SPAdes¶
SPAdes is an assembly toolkit containing various assembly pipelines.
SPAdes is available as a module on Apocrita.
Usage¶
To run the default installed version of SPAdes, simply load the spades
module:
$ module load spades
$ spades.py --help
SPAdes genome assembler <VERSION>
Usage: spades.py [options] -o <output_dir>
Basic options:
-o <output_dir> directory to store all the resulting files (required)

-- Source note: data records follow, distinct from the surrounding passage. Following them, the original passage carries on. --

def _run_batch(members: Sequence[model.Member], names: Sequence[str], variables, progress=None) -> xr.Dataset:
    """Run one batch and return its Dataset (module-level: picklable for pools and dask)."""
    try:
        raw = model.simulate(members, progress=progress)
    except IceColumnError as err:
        raise type(err)(f"batch of members {names[0]!r} to {names[-1]!r}: {err}") from None
    ds = to_dataset(raw, keep_member=True)
    ds = ds.assign_coords(member_name=("member", np.array(list(names), dtype=object),
                                       {"long_name": "ensemble member name"}))
    ds["member_config"] = ("member", np.array([m.config.to_toml() for m in members], dtype=object),
                           {"long_name": "fully resolved configuration of the member (TOML)"})
    ds["member_forcing_file"] = ("member", np.array([str(m.forcing.attrs.get("source_file", "<in memory>"))
                                                     for m in members], dtype=object),
                                 {"long_name": "forcing file of the member"})
    ds["member_forcing_sha256"] = ("member", np.array([str(m.forcing.attrs.get("sha256", "")) for m in members],
                                                      dtype=object),
                                   {"long_name": "SHA-256 of the member's forcing file"})
    ds["member_steps_accepted"] = ("member", raw.counters[:, 0].astype(np.int64),
                                   {"long_name": "accepted solver steps of the member", "units": "1"})
    ds["member_steps_rejected"] = ("member", raw.counters[:, 1].astype(np.int64),
                                   {"long_name": "rejected solver steps of the member", "units": "1"})
    return _reduce(ds, variables)


def _axis_key(forcing: xr.Dataset) -> str:
    t = np.ascontiguousarray(forcing["time"].values.astype("datetime64[ns]").astype(np.int64))
    return hashlib.sha256(t.tobytes()).hexdigest()


def plan_batches(members: Sequence[model.Member], batch_size: int) -> list[list[int]]:
    """Member indices of each batch: consecutive members sharing one forcing time axis.

    Members are grouped by forcing time axis (groups in order of first appearance,
    members in spec order within a group) and each group is cut into batches of at
    most ``batch_size``.
    """
    if batch_size < 1:
        raise InputError(f"batch size must be at least 1, got {batch_size}")
    groups: dict[str, list[int]] = {}
    cache: dict[int, str] = {}
    for i, m in enumerate(members):
        key = cache.get(id(m.forcing))
        if key is None:
            key = cache[id(m.forcing)] = _axis_key(m.forcing)
        groups.setdefault(key, []).append(i)
    return [idx[j:j + batch_size] for idx in groups.values() for j in range(0, len(idx), batch_size)]


# --------------------------------------------------------------------------- executors


def _import_distributed():
    try:
        import distributed  # noqa: F401
    except ImportError:
        raise InputError(f"running on dask needs dask.distributed, which is not installed: {SCALE_HINT}") from None
    return distributed


class _Runner:
    """Submits batches to one executor and yields finished batches in submission order."""

    def __init__(self, workers, scheduler, use_dask, processes):
        self.kind = "local"
        self.pool = self.client = self.cluster = None
        self._scheduler_arg = scheduler
        if workers is not None and workers < 1:
            raise InputError(f"workers must be at least 1, got {workers}")
        if scheduler is not None or use_dask:
            distributed = _import_distributed()
            self.kind = "dask"
            if scheduler is None:
                self.cluster = distributed.LocalCluster(n_workers=workers or os.cpu_count() or 1,
                                                        threads_per_worker=1, processes=processes,
                                                        dashboard_address=None)
                self.client = distributed.Client(self.cluster)
            elif isinstance(scheduler, str):
                try:
                    self.client = distributed.Client(scheduler, timeout="20s")
                except (OSError, TimeoutError) as err:
                    raise InputError(f"--scheduler {scheduler}: cannot connect to the dask scheduler: {err}") from None
            else:  # an existing distributed.Client
                self.client = scheduler
            self.slots = max(1, sum(self.client.nthreads().values()))
        elif workers is not None and workers > 1:
            self.kind = "pool"
            self.pool = concurrent.futures.ProcessPoolExecutor(
                max_workers=workers, mp_context=multiprocessing.get_context("spawn"))
            self.slots = workers
        else:
            self.slots = 1

    def close(self):
        if self.pool is not None:
            self.pool.shutdown(cancel_futures=True)
        if self.cluster is not None:
            self.client.close()
            self.cluster.close()
        elif self.client is not None and isinstance(self._scheduler_arg, str):
            self.client.close()

    def run(self, jobs: list[tuple[list[int], list, list]], variables,
            tick: Callable[[float], None]) -> Iterator[tuple[list[int], xr.Dataset]]:
        """Yield ``(indices, Dataset)`` per batch, at most ``2 * slots`` batches in flight."""
        if self.kind == "local":
            for idx, mem, nam in jobs:
                nb = len(idx)
                ds = _run_batch(mem, nam, variables, progress=lambda i, n, nb=nb: tick(nb * i / n))
                yield idx, ds
            return
        pending: deque = deque()
        todo = iter(jobs)
        limit = 2 * self.slots

        def submit(job):
            idx, mem, nam = job
            if self.kind == "pool":
                fut = self.pool.submit(_run_batch, mem, nam, variables)
            else:
                fut = self.client.submit(_run_batch, mem, nam, variables, pure=False)
            pending.append((idx, fut))

        for job in itertools.islice(todo, limit):
            submit(job)
        while pending:
            idx, fut = pending.popleft()
            ds = fut.result()
            tick(float(len(idx)))
            nxt = next(todo, None)
            if nxt is not None:
                submit(nxt)
            yield idx, ds
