// plan runs the planner on a prepared request and assembles the answer.
func (pp *preparedPlan) plan() (*schema.PlanResponse, error) {
	req, f, flight, mx := pp.req, pp.f, pp.flight, pp.mx
	var err error
	prob := &similarity.Problem{Flight: flight, Article: &req.Article, Facility: f, Model: req.Model, Objective: req.Objective,
		MatrixDrag: mx.DragRange(), CavitationAllowed: req.CavitationAllowed}
	// base is the load limit without the required resolution, for the plan
	// made without it below.
	var base *loads.Limit
	if len(f.Balances) > 0 {
		var ll *loads.Limit
		base, ll, err = loadLimits.Limits(&req.Article, f, req.Installation.WithBuoyancy(f), mx, req.RequiredResolution)
		if err != nil {
			return nil, err
		}
		prob.LoadLimit = ll
		if !req.RequiredResolution.Empty() {
			prob.LoadFloor = ll
		}
	}
	res, err := similarity.Plan(prob, nil)
	// unresolved: no balance can both carry the loads and resolve the required
	// resolution at any setting; the plan is then made without the resolution
	// and says so (loads.ResolutionNoBalance).
	unresolved := false
	if err != nil && prob.LoadFloor != nil && check.ErrorCode(err) == check.CodeUnprocessable {
		prob.LoadLimit, prob.LoadFloor = base, nil
		res, err = similarity.Plan(prob, nil)
		unresolved = true
	}
	if err != nil {
		return nil, err
	}
	out := &schema.PlanResponse{
		FacilityID:      f.ID,
		FacilityVersion: f.Version,
		Flight:          res.Flight,
		Model:           res.Model,
		Test:            res.Test,
		Mismatch:        res.Mismatch,
		Binding:         res.Binding,
		TradeCurve:      res.Trade,
		Warnings:        append([]string{}, res.Warnings...),
		Cautions:        append([]string{}, res.Cautions...),
	}
	if out.Binding == nil {
		out.Binding = []similarity.Binding{}
	}
	if out.TradeCurve == nil {
		out.TradeCurve = []similarity.TradePoint{}
	}
	out.Warnings = appendUnique(out.Warnings, mx.Warnings...)
	out.Warnings = appendUnique(out.Warnings, f.Warnings(res.Test.State)...)
	lr, err := loads.Check(&loads.Case{Facility: f, Article: &req.Article, Installation: req.Installation, Matrix: mx,
		Scale: res.Model.Scale, State: res.Test.State, Resolution: req.RequiredResolution})
	if err != nil {
		return nil, err
	}
	if unresolved {
		lr.ResolutionState = loads.ResolutionNoBalance
	}
	out.Corrections, out.Verdict, out.FitBroken = lr.Corrections, lr.Verdict, lr.FitBroken
	out.LoadFraction, out.ResolutionState = req.Installation.Fraction(), lr.ResolutionState
	if w := lr.ResolutionWarning(); w != "" {
		out.Warnings = append(out.Warnings, w)
	}
	if out.FitBroken == nil {
		out.FitBroken = []facilities.Violation{}
	}
	out.Warnings = append(out.Warnings, lr.Warnings...)
	if len(lr.Reports) > 0 {
		out.Loads = &lr.Reports[0]
		if lr.Reason != "" {
			out.Warnings = append(out.Warnings, lr.Reason)
		}
		out.Warnings = append(out.Warnings, out.Loads.Warnings...)
	}
	if len(f.Balances) == 0 {
		out.Warnings = append(out.Warnings, fmt.Sprintf("facility %s lists no balance: no load check", f.ID))
	}
	sch, err := facilities.ScheduleTest(f, facilities.Test{AlphaPoints: mx.AlphaPoints, BetaValues: mx.BetaValues,
		Conditions: []facilities.Condition{{StagnationPressure: res.Test.StagnationPressure, StagnationTemperature: res.Test.StagnationTemperature}}})
	switch {
	case err == nil:
		out.Schedule = &sch
	case errors.Is(err, facilities.ErrNoOperations):
		out.Warnings = append(out.Warnings, "the facility gives no operations figures: no schedule")
	default:
		return nil, err
	}
	if out.Loads != nil {
		// The plan's cautions are facilities.Cautions(f) already: only the load
		// report's caution can be new, so the facility's are not written again.
		out.Cautions = appendUnique(out.Cautions, loads.Cautions(nil, *out.Loads)...)
		if f.Medium.IsLiquid() {
			out.Cautions = appendUnique(out.Cautions, facilities.CautionWaterLoads)
		}
	}
	if b := modelBuoyancy(f, &req.Article, req.Installation, res.Model.Scale); b != nil {
		out.Buoyancy = b
		out.Warnings = append(out.Warnings, b.Note())
	}
	out.Cautions = appendUnique(out.Cautions, lr.Cautions()...)
	medium := f.Medium.Kind
	re, err := similarity.ReynoldsEffect(&req.Article, res.Flight.Reynolds, res.Flight.Mach, res.Test.Reynolds, res.Test.Mach, medium)
	if err != nil {
		return nil, err
	}
	if re.TripsRecommended {
		t := similarity.SizeTrip(res.Test.Reynolds, res.Model.ReferenceLength, re.NaturalTransitionFraction)
		re.Trip = &t
	}
	out.ReynoldsEffects = &re
	out.ID, out.Label = pp.id, req.Label
	out.Warnings = collapseWarnings(out.Warnings)
	if pp.encoded {
		return out, nil
	}
	if err := CheckFinite(out, planInputs); err != nil {
		return nil, err
	}
	return out, nil
}

// loadLimits keeps the load limits of the last plans (loads.LimitCache): the
// plans of a campaign, or the load tool's, differ in their flight condition
// alone, which the limit does not read, and build it once. 32 entries of a
// plan's usual size (17 points, two balances) hold about 150 kB.
var loadLimits = loads.NewLimitCache(32)

// planInputs names the request field that feeds each top-level field of a plan
// answer, for CheckFinite.
func planInputs(top string) string {
	switch top {
	case "flight", "mismatch":
		return "flight"
	case "model", "reynolds_effects":
		return "article"
	case "loads":
		return "installation"
	case "schedule":
		return "facility.operations"
	case "corrections":
		return "facility.test_section"
	}
	return "facility"
}

// appendCautions adds the cautions of facility f and its load reports
// (loads.Cautions), once each.
func appendCautions(c []string, f *facilities.Facility, reports ...loads.Report) []string {
	return appendUnique(c, loads.Cautions(f, reports...)...)
}
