// rangeWarnings returns the warnings of the medium's ModelRange at state st: a
// viscosity law used outside its range (air, custom gas) and a gas far from the
// ideal gas the model assumes (air, custom gas with a critical point), in the free
// stream or at stagnation, whichever is worse; and a custom gas that states no
// critical point (nothing of this is checked for it).
func (f *Facility) rangeWarnings(st State) []string {
	m := f.Medium
	if m.Kind != MediumAir && m.Kind != MediumGas {
		return nil
	}
	var w []string
	r := m.Range()
	T, p := st.Static.Temperature, st.Static.Pressure
	if T < r.ViscosityMin || T > r.ViscosityMax {
		w = append(w, fmt.Sprintf("the %s viscosity at the free-stream temperature %.4g K is extrapolated (%s): Reynolds numbers are rough",
			r.Medium, T, r.ViscositySource))
	}
	if r.CriticalTemperature > 0 && r.CriticalPressure > 0 {
		z := VirialDeparture(T, p, r.CriticalTemperature, r.CriticalPressure, r.AcentricFactor)
		t0, p0 := st.StagnationTemperature, st.StagnationPressure
		if t0 > 0 && p0 > 0 {
			if z0 := VirialDeparture(t0, p0, r.CriticalTemperature, r.CriticalPressure, r.AcentricFactor); math.Abs(z0) > math.Abs(z) {
				z, T, p = z0, t0, p0
			}
		}
		if math.Abs(z) > IdealGasLimit {
			near := ""
			if T < 1.5*r.CriticalTemperature && p > 0.3*r.CriticalPressure {
				near = fmt.Sprintf(", near its critical point (%.5g K, %.4g MPa)", r.CriticalTemperature, r.CriticalPressure/1e6)
			}
			beyond := ""
			if math.Abs(z) > 0.05 {
				beyond = "; that far off, the estimate itself no longer holds"
			}
			w = append(w, fmt.Sprintf("the %s is not an ideal gas at %.4g K and %.4g MPa%s: a second-virial estimate puts its density %.2g %% from the ideal-gas value the model uses%s; density, q and Reynolds numbers are not reliable",
				r.Medium, T, p/1e6, near, 100*math.Abs(z), beyond))
		}
	}
	if m.Kind == MediumGas && !(r.CriticalTemperature > 0 && r.CriticalPressure > 0) {
		w = append(w, "the custom gas states no critical point (critical_temperature, critical_pressure): condensation and departures from the ideal gas are not checked")
	}
	return w
}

--isolate this flag is highly recommended for high-coverage isolate and multi-cell data
--sc this flag is required for MDA (single-cell) data
--meta this flag is required for metagenomic data
--bio this flag is required for biosyntheticSPAdes mode
--corona this flag is required for coronaSPAdes mode
--rna this flag is required for RNA-Seq data
--plasmid runs plasmidSPAdes pipeline for plasmid detection
--metaviral runs metaviralSPAdes pipeline for virus detection
--metaplasmid runs metaplasmidSPAdes pipeline for plasmid detection in metagenomic datasets (equivalent for --meta --plasmid)
--rnaviral this flag enables virus assembly module from RNA-Seq data
--iontorrent this flag is required for IonTorrent data
--test runs SPAdes on toy dataset
-h, --help prints this usage message
-v, --version prints version
Advanced options:
--dataset <filename> file with dataset description in YAML format
-t/--threads <int> number of threads [default: 16]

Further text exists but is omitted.